Most disturbing aspect of the tale is treatment of women throughout. Presence of a chubby young girl who delivers sexual favors in exchange for sweets is mild compared to the excruciating rapes which De Niro commits on Tuesday Weld and, especially, Elizabeth McGovern.
Latter instance, which comes just before the intermission at 160 minutes, pretty much erases any sympathy built up for De Niro simply through prolonged exposure. Curiously, all the men remain bachelors throughout.
Slow film is never exactly boring but, unlike such similarly paced masterpieces as Luchino Visconti’s The Leopard or Stanley Kubrick’s Barry Lyndon, methodical, contemplative style here doesn’t yield eventual payoff emotionally or intellectually.
Rumored to have cost upwards of $30-40,000,000, but said at Cannes to have come in at $32,000,000, this is a big production, with gobs of extras in period dress, and sets and locations having been spread out from New York, Florida and Montreal to Paris and Rome.

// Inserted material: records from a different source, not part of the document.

"""What the columns of a table are, by the words of its header."""

from __future__ import annotations

import re
from collections.abc import Sequence
from dataclasses import dataclass
from math import pi

from polebook.chain.suggest import listed
from polebook.record.sweeps.gather import COMPLEX, DECIBELS, MAGNITUDE
from polebook.refusal import quoted

FREQUENCY, PHASE, REAL, IMAGINARY = "frequency", "phase", "real part", "imaginary part"
ANGULAR, LEVEL, PLAIN, S_PARAMETER, OTHER = "angular", "level", "plain", "S parameter", "other"
_HZ = {"hz": 1.0, "khz": 1e3, "mhz": 1e6, "ghz": 1e9}
_OF_FREQUENCY = frozenset({"frequency", "freq", "f", "frequencies"})
_BESIDE = frozenset({"in", "stimulus", "sweep", "test", "point"})
_LEVELS = frozenset({"dbm", "dbv", "dbu", "dbc", "dbfs", "dbuv", "dbmv", "dbw"})
_PHASES = frozenset({"phase", "angle", "ang", "arg", "argument"})
_DEGREES = frozenset({"deg", "degs", "degree", "degrees", "°"})
_RADIANS = frozenset({"rad", "rads", "radian", "radians"})
_MAGNITUDES = frozenset({"mag", "magnitude", "abs", "absolute", "modulus", "ratio", "linear", "lin"})
_GAINS = frozenset({"gain", "h", "amplitude", "response", "transfer", "a", "log"})
_VOLTS = frozenset({"v", "mv", "uv", "µv", "w", "mw", "vrms", "vpp"})
_DECIBELS = frozenset({"db", "db20", "dbω", "dbohm", "dbohms"})
_OHMS = frozenset({"ω", "ohm", "ohms"})
_WORD = re.compile(r"[A-Za-zµωΩ\u2126]+[0-9]*|°")
_RATIO = re.compile(r"(?<![a-z])v(?:out|o|2)?\s*/\s*(?:v(?:in|i|s|1)?|a)(?![a-z])|\|[^|]+\|")
_LOGARITHM = re.compile(r"20\s*[*·]?\s*log")
EXAMPLE = 'begin the table with a header such as "Hz, dB, degrees"'


class Unclear(Exception):
    """Why a header does not tell what is measured: what, why, fix."""

    def __init__(self, what: str, why: str, fix: str = EXAMPLE) -> None:
        super().__init__(what)
        self.what, self.why, self.fix = what, why, fix


@dataclass(frozen=True, slots=True)
class Named:
    """What one heading says. kind: FREQUENCY ... OTHER; unit: as it is told, "" where the heading gives none."""

    kind: str
    unit: str = ""
    scale: float = 1.0
    sparameter: bool = False


@dataclass(frozen=True, slots=True)
class Columns:
    """Which columns are read. form as in `gather.Rows`; second is -1 without a phase. notes: what else to tell."""

    count: int
    frequency: int
    first: int
    second: int
    form: str
    scale: float = 1.0
    turn: float = 1.0
    notes: tuple[str, ...] = ()


def plain(count: int) -> Columns:
    """The columns of a table without a header. Raises Unclear where there are too many, or too few."""
    if count not in (2, 3):
        what = "there is one column" if count == 1 else f"there are {count} columns and no header"
        raise Unclear(what, "without a header a table is Hz and dB, or Hz, dB and degrees")
    note = f"no header: the columns are taken as Hz{', dB and degrees' if count == 3 else ' and dB'}"
    return Columns(count, 0, 1, 2 if count == 3 else -1, DECIBELS, notes=(note,))


def named(heading: str) -> Named:
    """What a heading says of its column. Raises Unclear for a unit that could be two."""
    words = _WORD.findall(heading)
    small = {word.lower() for word in words}
    lower = heading.lower()
    spar = {word for word in small if re.fullmatch(r"s[0-9]{2}", word)}
    if spar - {"s21"}:
        return Named(S_PARAMETER)
    units = [word for word in words if word.lower() in _HZ]
    if (units or small & _OF_FREQUENCY) and small <= _OF_FREQUENCY | _BESIDE | _HZ.keys():
        return _frequency(heading, units)
    if small in ({"omega"}, {"ω"}) or {"rad", "s"} <= small:
        return Named(ANGULAR)
    if small & _LEVELS:
        return Named(LEVEL)
    flag = bool(spar)
    if small & _PHASES or small & _DEGREES or small & _RADIANS:
        radians = bool(small & _RADIANS)
        unit = "radians" if radians else "degrees" if small & _DEGREES else ""
        return Named(PHASE, unit, 180.0 / pi if radians else 1.0, flag)
    if small & _DECIBELS or _LOGARITHM.search(lower):
        return Named(DECIBELS, "dB", sparameter=flag)
    if small & {"re", "real"}:
        return Named(REAL, sparameter=flag)
    if small & {"im", "imag", "imaginary"}:
        return Named(IMAGINARY, sparameter=flag)
    if "log" not in small and (small & (_MAGNITUDES | _OHMS) or _RATIO.search(lower)):
        return Named(MAGNITUDE, sparameter=flag)
    if small & _VOLTS:
        return Named(LEVEL)
    return Named(PLAIN if small & _GAINS or flag else OTHER, sparameter=flag)


def _frequency(heading: str, units: list[str]) -> Named:
    if len(units) > 1:
        raise Unclear(f"{quoted(heading)} names two units", "a column has one", "leave one of them out")
    if not units:
        return Named(FREQUENCY)
    if units[0] in ("mHz", "mhz"):
        raise Unclear(f"{quoted(heading)} is not clear", "mHz is the millihertz, MHz the megahertz", "write MHz or Hz")
    scale = _HZ[units[0].lower()]
    return Named(FREQUENCY, {1.0: "Hz", 1e3: "kHz", 1e6: "MHz", 1e9: "GHz"}[scale], scale)


def columns(headings: Sequence[str]) -> Columns:
    """The columns that the headings name. Raises Unclear where they do not say which holds what."""
    found = [named(heading) for heading in headings]
    frequency = _one(headings, found, FREQUENCY)
    if frequency < 0:
        if any(one.kind == ANGULAR for one in found):
            raise Unclear("the table is over angular frequency", "a sweep is over frequency in Hz, kHz, MHz or GHz",
                          "divide by 2π and write Hz")
        raise Unclear("no heading names the frequency", f"the headings are {_listed(headings)}")
    form, first, second = _gain(headings, found)
    phase = -1 if form == COMPLEX else _phase(headings, found)
    used = {frequency, first, second if form == COMPLEX else phase}
    unit = found[frequency].unit
    turn = 1.0 if phase < 0 else found[phase].scale
    told = [f"frequency in {unit or 'Hz'}{'' if unit else ' (the header gives no unit)'}", form]
    if phase >= 0:
        told.append(f"phase in {found[phase].unit or 'degrees (the header gives no unit)'}")
    notes = [f"read as {', '.join(told)}"]
    left = [heading for at, heading in enumerate(headings) if at not in used and heading]
    if left:
        notes.append(f"not used: {_listed(left)}")
    return Columns(len(headings), frequency, first, second if form == COMPLEX else phase, form,
                   found[frequency].scale, turn, tuple(notes))


def _gain(headings: Sequence[str], found: Sequence[Named]) -> tuple[str, int, int]:
    """(form, column, second column of COMPLEX else -1)."""
    usable = [Named(OTHER) if one.sparameter else one for one in found]
    real, imaginary = _one(headings, usable, REAL), _one(headings, usable, IMAGINARY)
    if real >= 0 and imaginary >= 0:
        return COMPLEX, real, imaginary
    for form in (DECIBELS, MAGNITUDE):
        if (at := _one(headings, usable, form)) >= 0:
            return form, at, -1
    if any(one.sparameter for one in found):
        raise Unclear("the table has S21 and no gain", "S21 is no gain without the resistance that it refers to",
                      "save it as Touchstone, .s2p, or write V(load)/EMF in a column dB")
    if real >= 0 or imaginary >= 0:
        raise Unclear("one of real and imaginary part is missing", f"the headings are {_listed(headings)}",
                      "name both: Hz, real, imaginary")
    for at, one in enumerate(found):
        if one.kind == PLAIN:
            raise Unclear(f"{quoted(headings[at])} could be in dB or a ratio", "the heading has no unit",
                          "write dB or V/V behind it, for example gain (dB)")
        if one.kind == LEVEL:
            raise Unclear(f"{quoted(headings[at])} is a level and not a gain",
                          "a gain is output over input, in dB or V/V", "export the gain")
    raise Unclear("no heading names a gain", f"the headings are {_listed(headings)}")


def _phase(headings: Sequence[str], found: Sequence[Named]) -> int:
    """The phase's column, -1 without one. Of several in different units the one in degrees."""
    of_gain = [Named(OTHER) if one.sparameter else one for one in found]
    degrees = [Named(OTHER) if one.unit != "degrees" else one for one in of_gain]
    at = _one(headings, degrees, PHASE)
    return at if at >= 0 else _one(headings, of_gain, PHASE)


def _one(headings: Sequence[str], found: Sequence[Named], kind: str) -> int:
    """The column of that kind, -1 without one. Raises Unclear for two."""
    at = [number for number, one in enumerate(found) if one.kind == kind]
    if len(at) > 1:
        raise Unclear(f"{quoted(headings[at[0]])} and {quoted(headings[at[1]])} are both {kind}",
                      "which of them is meant can't be told", "take one of them out, or rename it")
    return at[0] if at else -1


def _listed(headings: Sequence[str]) -> str:
    return listed([quoted(heading) for heading in headings])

Physical reproduction of downtown Manhattan streets recalls not only the Godfather pics but Ragtime in their verisimilitude, and the number of lavish sets offered up by art directors Carlo Simi and James Singelis is awesome,
Tonino Delli Colli’s lensing is excellent, and one would hate to imagine the film without Ennio Morricone’s score which, while spare, develops some haunting minor key themes.
Quiet and subtle throughout, De Niro and his charisma rep the backbone of the picture but, despite frequent threats to become engaging, Noodles remains essentially unpalatable. As his more hotheaded friend, James Woods is very fine, but it’s hard to take McGovern, okay up until then, posing as a middle-aged woman in the 1968 section when she looks about 19. Other players are acceptable.
Since the Leone cut will supposedly not be available to American viewers, the following is offered for the record as a breakdown of the film’s structure in its original version: Including titles, first 22 minutes take place in 1933, followed by 14 minutes in 1968.
Childhood-teenage years occupy subsequent 54 minutes, and after seven minutes back in 1968, 25 minutes are set in the 1920s after De Niro emerges from prison. After another seven minutes in 1968, major section of 61 minutes (bridging the intermission) unfolds in the 1920s-1933. Climactic sequence in 1968 lasts 30 minutes, while 1933-set coda and end credits run another seven minutes.
Given the decision of the Ladd Company and Warners, for better or worse, to cut the film by some 77 minutes, an enlightened approach to confronting the accompanying controversy might be to showcase the director’s version in one small cinema in a few key cities while widely distributing the trimmed edition, It’s highly doubtful they would do this, but why not?